Prompt :: Retype, word for word, every line from the one holding "let n = v.len();" through the one holding "for i in 0..n" in the entries below, both included, and only those lines.

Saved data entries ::
Segment Open
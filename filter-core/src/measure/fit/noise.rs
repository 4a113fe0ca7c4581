//! The noise of a trace: estimation, the weights it gives, and the expected level of a noisy
//! magnitude reading.

use super::model::{Data, Model, Params};
use std::f64::consts::{LN_10, LN_2, PI};

/// dB per neper of amplitude: 20/ln 10.
const DB_PER_NP: f64 = 20.0 / LN_10;
/// Smallest relative noise assumed (−80 dB, 0.001 dB), so a noiseless trace keeps finite weights.
const MIN_RELATIVE_NOISE: f64 = 1e-4;
/// Median of χ²₁ (squared real Gaussian deviates, unit variance).
const MEDIAN_CHI2_1: f64 = 0.454_936_4;
/// Euler–Mascheroni constant γ.
const EULER_GAMMA: f64 = 0.577_215_664_901_532_9;

/// Noise of the trace: σ² = sa² + sr²·|S21|² per complex component (or of the amplitude), and
/// the noise power pn (mean |noise|²) that a magnitude reading sits on.
#[derive(Debug, Clone, Copy)]
pub(super) struct Noise {
    pub sa: f64,
    pub sr: f64,
    pub pn: f64,
    /// Smallest `sa` used for weights (60 dB under the peak).
    pub deep: f64,
}

impl Noise {
    /// `sa`, but not below the deep floor (for weights).
    fn sa_eff(&self) -> f64 {
        self.sa.max(self.deep)
    }

    /// Noise σ of an amplitude reading at model level |S21|² = `s2` (deep floor applied).
    pub fn sigma_amplitude(&self, s2: f64) -> f64 {
        (self.sa_eff().powi(2) + self.sr.powi(2) * s2).sqrt()
    }

    /// Noise floor (rms noise power) in dB.
    pub fn floor_db(&self) -> f64 {
        10.0 * self.pn.max(1e-300).log10()
    }
}

/// Median of a slice (sorted in place); 0 when empty.
pub(super) fn median(v: &mut [f64]) -> f64 {
    if v.is_empty() {
        return 0.0;
    }
    v.sort_by(|a, b| a.total_cmp(b));
    let n = v.len();
    if n % 2 == 1 {
        v[n / 2]
    } else {
        0.5 * (v[n / 2 - 1] + v[n / 2])
    }
}

/// Centred moving average over `k` points (fewer at the ends).
pub(super) fn smooth(x: &[f64], k: usize) -> Vec<f64> {
    let h = k / 2;
    let n = x.len();
    let mut pre = vec![0.0; n + 1];
    for i in 0..n {
        pre[i + 1] = pre[i] + x[i];
    }
    (0..n)
        .map(|i| {
            let a = i.saturating_sub(h);
            let b = (i + h + 1).min(n);
            (pre[b] - pre[a]) / (b - a) as f64
        })
        .collect()
}

/// Factor from the median of per-point squared deviations to their variance.
fn median_scale(complex: bool) -> f64 {
    if complex {
        // |complex deviate|²/2 per component is exponential: median = ln 2 · mean.
        1.0 / LN_2
    } else {
        1.0 / MEDIAN_CHI2_1
    }
}

/// Noise estimate from second differences of the trace: Δ²y = y[i−1] − 2y[i] + y[i+1] has
/// variance 6σ² for white noise. The fifth of the points with the lowest local power gives the
/// floor, the highest tenth the relative part.
pub(super) fn initial_noise(data: &Data) -> Noise {
    let n = data.n();
    // Group the points by their local mean power (9-point average), not by their own level,
    // which would pick the low draws of the noise.
    let p2: Vec<f64> = data.amp.iter().map(|a| a * a).collect();
    let local = smooth(&p2, 9);
    let mut e: Vec<(f64, f64, f64)> = Vec::with_capacity(n); // (local power, v, power)
    for i in 1..n - 1 {
        let v = if data.complex {
            let d = data.s[i - 1] - data.s[i] * 2.0 + data.s[i + 1];
            d.norm_sqr() / 12.0
        } else {
            let d = data.amp[i - 1] - 2.0 * data.amp[i] + data.amp[i + 1];
            d * d / 6.0
        };
        e.push((local[i], v, p2[i]));
    }
    e.sort_by(|a, b| a.0.total_cmp(&b.0));
    let m = e.len();
    let nl = (m / 5).max(4).min(m);
    let nh = (m / 10).max(4).min(m);
    let scale = median_scale(data.complex);
    let low = &e[..nl];
    let high = &e[m - nh..];
    let var_low = median(&mut low.iter().map(|x| x.1).collect::<Vec<_>>()) * scale;
    let l2_low = low.iter().map(|x| x.2).sum::<f64>() / nl as f64;
    // Relative part: the median of v/|S|² point by point (the levels of the highest tenth
    // still differ widely), less what the floor contributes.
    let rel = median(&mut high.iter().map(|x| x.1 / x.0).collect::<Vec<_>>()) * scale;
    let inv = median(&mut high.iter().map(|x| 1.0 / x.0).collect::<Vec<_>>());
    let sr2 = (rel - var_low * inv).max(0.0);
    let sa2 = (var_low - sr2 * l2_low).max(0.0);
    let (sa, pn) = if data.complex {
        (sa2.sqrt(), 2.0 * sa2)
    } else {
        // At the floor the amplitude is Rayleigh: var = (2 − π/2)·σc², mean square 2·σc².
        // The mean square of the lowest points bounds the noise power from above.
        let pn = l2_low.min(2.0 * var_low / (2.0 - PI / 2.0));
        ((pn / 2.0).sqrt(), pn)
    };
    Noise {
        sa,
        sr: sr2.sqrt().max(MIN_RELATIVE_NOISE),
        pn,
        deep: 0.0,
    }
}

/// Re-estimate the noise from the residuals: the floor from the points the model puts well
/// below it (chosen by the model, not by their own level, so the choice does not bias the
/// mean), the relative part from the highest tenth (second differences there can be dominated
/// by the curvature of a sparsely sampled peak).
pub(super) fn reestimate_noise(
    data: &Data,
    m: &Model,
    p: &Params,
    noise: &mut Noise,
    mask: &[bool],
) {
    let v = m.values(p, data);
    let mut sum = 0.0;
    let mut count = 0usize;
    for i in 0..data.n() {
        if mask[i] && v[i].norm_sqr() < 0.1 * noise.pn {
            sum += if data.complex {
                (data.s[i] - v[i]).norm_sqr()
            } else {
                data.amp[i] * data.amp[i] - v[i].norm_sqr()
            };
            count += 1;
        }
    }
    if count >= 20 && sum > 0.0 {
        noise.pn = sum / count as f64;
        noise.sa = (noise.pn / 2.0).sqrt();
    }
    let mut e: Vec<(f64, f64)> = Vec::new();
    for i in 0..data.n() {
        if !mask[i] {
            continue;
        }
        let a2 = v[i].norm_sqr();
        let r = if data.complex {
            (data.s[i] - v[i]).norm_sqr() / 2.0
        } else {
            (data.amp[i] - (a2 + noise.pn).sqrt()).powi(2)
        };
        e.push((a2, r));
    }
    if e.len() < 40 {
        return;
    }
    e.sort_by(|a, b| a.0.total_cmp(&b.0));
    let nh = e.len() / 10;
    let high = &e[e.len() - nh..];
    let scale = median_scale(data.complex);
    let rel = median(&mut high.iter().map(|x| x.1 / x.0).collect::<Vec<_>>()) * scale;
    let inv = median(&mut high.iter().map(|x| 1.0 / x.0).collect::<Vec<_>>());
    let sr2 = (rel - noise.sa * noise.sa * inv).max(0.0);
    noise.sr = sr2.sqrt().max(MIN_RELATIVE_NOISE);
}

/// Weight 1/σ of each point at parameters `p` (per complex component, or of the dB level),
/// with σ from the noise model but `sa` not below the deep floor; and κ = (σ_noise/σ)², the
/// variance of a weighted residual under the estimated noise itself (κ < 1 where the deep
/// floor down-weights a point), for the covariance.
pub(super) fn weights(
    data: &Data,
    m: &Model,
    p: &Params,
    noise: &Noise,
    mask: &[bool],
) -> (Vec<f64>, Vec<f64>) {
    let v = m.values(p, data);
    let honest = Noise {
        deep: 0.0,
        ..*noise
    };
    (0..data.n())
        .map(|i| {
            if !mask[i] {
                return (0.0, 0.0);
            }
            let s2 = v[i].norm_sqr();
            let (used, true_sigma) = if data.complex {
                (sigma_complex(s2, noise), sigma_complex(s2, &honest))
            } else {
                (sigma_db(s2, noise), sigma_db(s2, &honest))
            };
            (1.0 / used, (true_sigma / used).powi(2).min(1.0))
        })
        .unzip()
}

/// Noise σ per complex component at model level |S21|² = `s2`.
fn sigma_complex(s2: f64, noise: &Noise) -> f64 {
    (noise.sa_eff().powi(2) + noise.sr.powi(2) * s2).sqrt()
}

/// Expected scatter of a dB reading at model level |S21|² = `s2`.
pub(super) fn sigma_db(s2: f64, noise: &Noise) -> f64 {
    let a2 = s2 + noise.pn;
    DB_PER_NP * ((noise.sa_eff().powi(2) + noise.sr.powi(2) * a2) / a2).sqrt()
}

/// Exponential integral E1(x), x > 1, by its continued fraction (modified Lentz), \[3\] §6.3.
fn e1_above_one(x: f64) -> f64 {
    let mut b = x + 1.0;
    let mut c = 1.0 / 1e-300;
    let mut d = 1.0 / b;
    let mut h = d;
    for i in 1..200 {
        let an = -((i * i) as f64);
        b += 2.0;
        d = 1.0 / (an * d + b);
        c = b + an / c;
        let del = c * d;
        h *= del;
        if (del - 1.0).abs() < 1e-15 {
            break;
        }
    }
    h * (-x).exp()
}

/// Σ_{k≥1} (−1)^(k+1)·x^k/(k·k!), so that E1(x) = −γ − ln x + this (power series, x ≤ 1).
fn e1_series_tail(x: f64) -> f64 {
    let mut sum = 0.0;
    let mut term = 1.0; // x^k/k!
    for k in 1..40 {
        term *= x / k as f64;
        let t = term / k as f64;
        sum += if k % 2 == 1 { t } else { -t };
        if t < 1e-17 * sum.abs() {
            break;
        }
    }
    sum
}

/// Expected natural log of a measured power |S + n|² for a signal power `s2` in complex
/// circular Gaussian noise of power `pn`, and its derivative with respect to `s2`:
/// E[ln|S + n|²] = ln s2 + E1(s2/pn). The floor pulls a dB trace up, and the log of a noisy
/// power averages γ (2.5 dB) below the log of its mean.
#[inline]
pub(super) fn expected_ln_power(s2: f64, pn: f64) -> (f64, f64) {
    if pn <= 0.0 {
        return (s2.ln(), 1.0 / s2);
    }
    let k = s2 / pn;
    if k > 50.0 {
        (s2.ln(), 1.0 / s2)
    } else if k <= 1.0 {
        (
            pn.ln() - EULER_GAMMA + e1_series_tail(k),
            -(-k).exp_m1() / s2,
        )
    } else {
        (s2.ln() + e1_above_one(k), -(-k).exp_m1() / s2)
    }
}

/// Model level of a magnitude reading in dB (see [`expected_ln_power`]).
#[inline]
pub(super) fn model_db(s2: f64, pn: f64) -> f64 {
    10.0 / LN_10 * expected_ln_power(s2, pn).0
}

#[cfg(test)]
mod tests {
    use super::*;

    #[test]
    fn exponential_integral_against_published_values() {
        // Source: M. Abramowitz, I. A. Stegun, Handbook of Mathematical Functions, 1964,
        // table 5.1 (E1(0.5) = 0.5597736, E1(1) = 0.2193839, x·e^x·E1(x) at x = 2:
        // 0.7226572, at x = 5: 0.8521109); the values are from memory and agree to all
        // seven digits with scipy.special.exp1 (scipy 1.17.1).
        let e1 = |x: f64| {
            if x <= 1.0 {
                -EULER_GAMMA - x.ln() + e1_series_tail(x)
            } else {
                e1_above_one(x)
            }
        };
        assert!((e1(0.5) - 0.559_773_6).abs() < 1e-7);
        assert!((e1(1.0) - 0.219_383_9).abs() < 1e-7);
        assert!((2.0 * 2f64.exp() * e1(2.0) - 0.722_657_2).abs() < 1e-7);
        assert!((5.0 * 5f64.exp() * e1(5.0) - 0.852_110_9).abs() < 1e-7);
        // The two forms meet at x = 1.
        assert!((e1_above_one(1.0 + 1e-12) - e1(1.0)).abs() < 1e-10);
    }

    #[test]
    fn expected_log_power_matches_a_simulation() {
        use crate::measure::synthetic::rng;
        use rand::Rng;
        use rand_distr::StandardNormal;
        let mut g = rng(1);
        for k in [0.0f64, 0.3, 1.0, 3.0, 10.0] {
            let n = 200_000;
            let mut acc = 0.0;
            for _ in 0..n {
                let a: f64 = g.sample(StandardNormal);
                let b: f64 = g.sample(StandardNormal);
                // Noise power 1 (0.5 per component), signal power k.
                let re = k.sqrt() + a * 0.5f64.sqrt();
                let im = b * 0.5f64.sqrt();
                acc += (re * re + im * im).ln();
            }
            let mean = acc / n as f64;
            let (pred, _) = expected_ln_power(k.max(1e-300), 1.0);
            // Standard error of the mean of ln|·|² is below 1.3/√n = 0.003.
            assert!((mean - pred).abs() < 0.012, "K = {k}: {mean} vs {pred}");
        }
    }
}
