// The production web server `npm start` runs: Next.js's production handler in one process per
// core, all sharing one port through Node's cluster module (the primary accepts connections and
// hands them to the workers in turn). Plain JavaScript so the web processes load no TypeScript
// loader. Usage: node scripts/web-server.mjs <host> <port>
//   WEB_PROCESSES  how many web processes (default: the number of cores; 1 serves from this process)
// The primary restarts a worker that dies, and on SIGTERM/SIGINT/SIGHUP stops them all and then
// itself. Workers stop on the same signals (a signal to the process group reaches each of them)
// and also when the primary goes without telling them.
import cluster from "node:cluster";
import http from "node:http";
import os from "node:os";
import path from "node:path";
import { fileURLToPath } from "node:url";

const root = path.resolve(path.dirname(fileURLToPath(import.meta.url)), "..");
const [host = "127.0.0.1", portText = process.env.PORT ?? "3000"] = process.argv.slice(2);
const port = Number(portText);
const SIGNALS = ["SIGTERM", "SIGINT", "SIGHUP"];

/** WEB_PROCESSES, or one per core; anything but a whole number from 1 up is refused at start. */
function processCount() {
  const raw = process.env.WEB_PROCESSES;
  if (raw === undefined || raw === "") return Math.max(1, os.availableParallelism());
  const n = Number(raw);
  if (!Number.isInteger(n) || n < 1 || n > 256) {
    console.error(`WEB_PROCESSES must be a whole number from 1 to 256 (got "${raw}")`);
    process.exit(2);
  }
  return n;
}

/** Next.js's production handler behind a plain HTTP server on host:port (shared when in a cluster). */
async function serve() {
  const { default: createNext } = await import("next");
  const app = createNext({ dev: false, dir: root, hostname: host, port });
  await app.prepare();
  const handle = app.getRequestHandler();
  const server = http.createServer((req, res) => void handle(req, res));
  // Longer than a balancer's idle timeout (commonly 60 s), so the balancer closes first.
  server.keepAliveTimeout = 65_000;
  let stopping = false;
  const stop = () => {
    if (stopping) return;
    stopping = true;
    server.close(() => process.exit(0));
    server.closeIdleConnections();
    // Requests still in flight get a moment; then the process goes regardless.
    setTimeout(() => process.exit(0), 3_000).unref();
  };
  for (const sig of SIGNALS) process.on(sig, stop);
  if (cluster.isWorker) process.on("disconnect", stop);
  await new Promise((resolve, reject) => server.once("error", reject).listen(port, host, () => resolve(undefined)));
}

function runPrimary(count) {
  let stopping = false;
  const recentDeaths = [];
  const fork = () => cluster.fork({ SERIATIM_SUPERVISOR_PID: String(process.pid) });
  cluster.on("exit", (worker, code, signal) => {
    if (stopping) {
      if (Object.keys(cluster.workers ?? {}).length === 0) process.exit(0);
      return;
    }
    // A worker that keeps dying at once (a broken build, a taken port) ends the server, so the
    // supervisor above sees the failure and says so, instead of a silent crash loop here.
    const now = Date.now();
    recentDeaths.push(now);
    while (recentDeaths.length && now - recentDeaths[0] > 30_000) recentDeaths.shift();
    console.error(`web process ${worker.process.pid} exited (${signal ?? `code ${code}`})${recentDeaths.length > 2 * count ? "; too many in 30 s, stopping" : "; starting another"}`);
    if (recentDeaths.length > 2 * count) return stopAll(1);
    fork();
  });
  const stopAll = (exitCode) => {
    if (stopping) return;
    stopping = true;
    const workers = Object.values(cluster.workers ?? {});
    if (workers.length === 0) process.exit(exitCode);
    for (const w of workers) w?.process.kill("SIGTERM");
    // A worker that does not go in time is killed; the primary never outlives its workers.
    setTimeout(() => {
      for (const w of Object.values(cluster.workers ?? {})) w?.process.kill("SIGKILL");
      process.exit(exitCode);
    }, 6_000).unref();
  };
  for (const sig of SIGNALS) process.on(sig, () => stopAll(0));
  console.log(`web: ${count} processes on http://${host}:${port}`);
  for (let i = 0; i < count; i++) fork();
}

if (cluster.isPrimary) {
  const count = processCount();
  if (count === 1) {
    serve().then(
      () => console.log(`web: 1 process on http://${host}:${port}`),
      (err) => (console.error(err), process.exit(1)),
    );
  } else {
    runPrimary(count);
  }
} else {
  serve().catch((err) => (console.error(err), process.exit(1)));
}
Segment Closed
Output ::
    let n = v.len();
    if n % 2 == 1 {
        v[n / 2]
    } else {
        0.5 * (v[n / 2 - 1] + v[n / 2])
    }
}

/// Centred moving average over `k` points (fewer at the ends).
pub(super) fn smooth(x: &[f64], k: usize) -> Vec<f64> {
    let h = k / 2;
    let n = x.len();
    let mut pre = vec![0.0; n + 1];
    for i in 0..n {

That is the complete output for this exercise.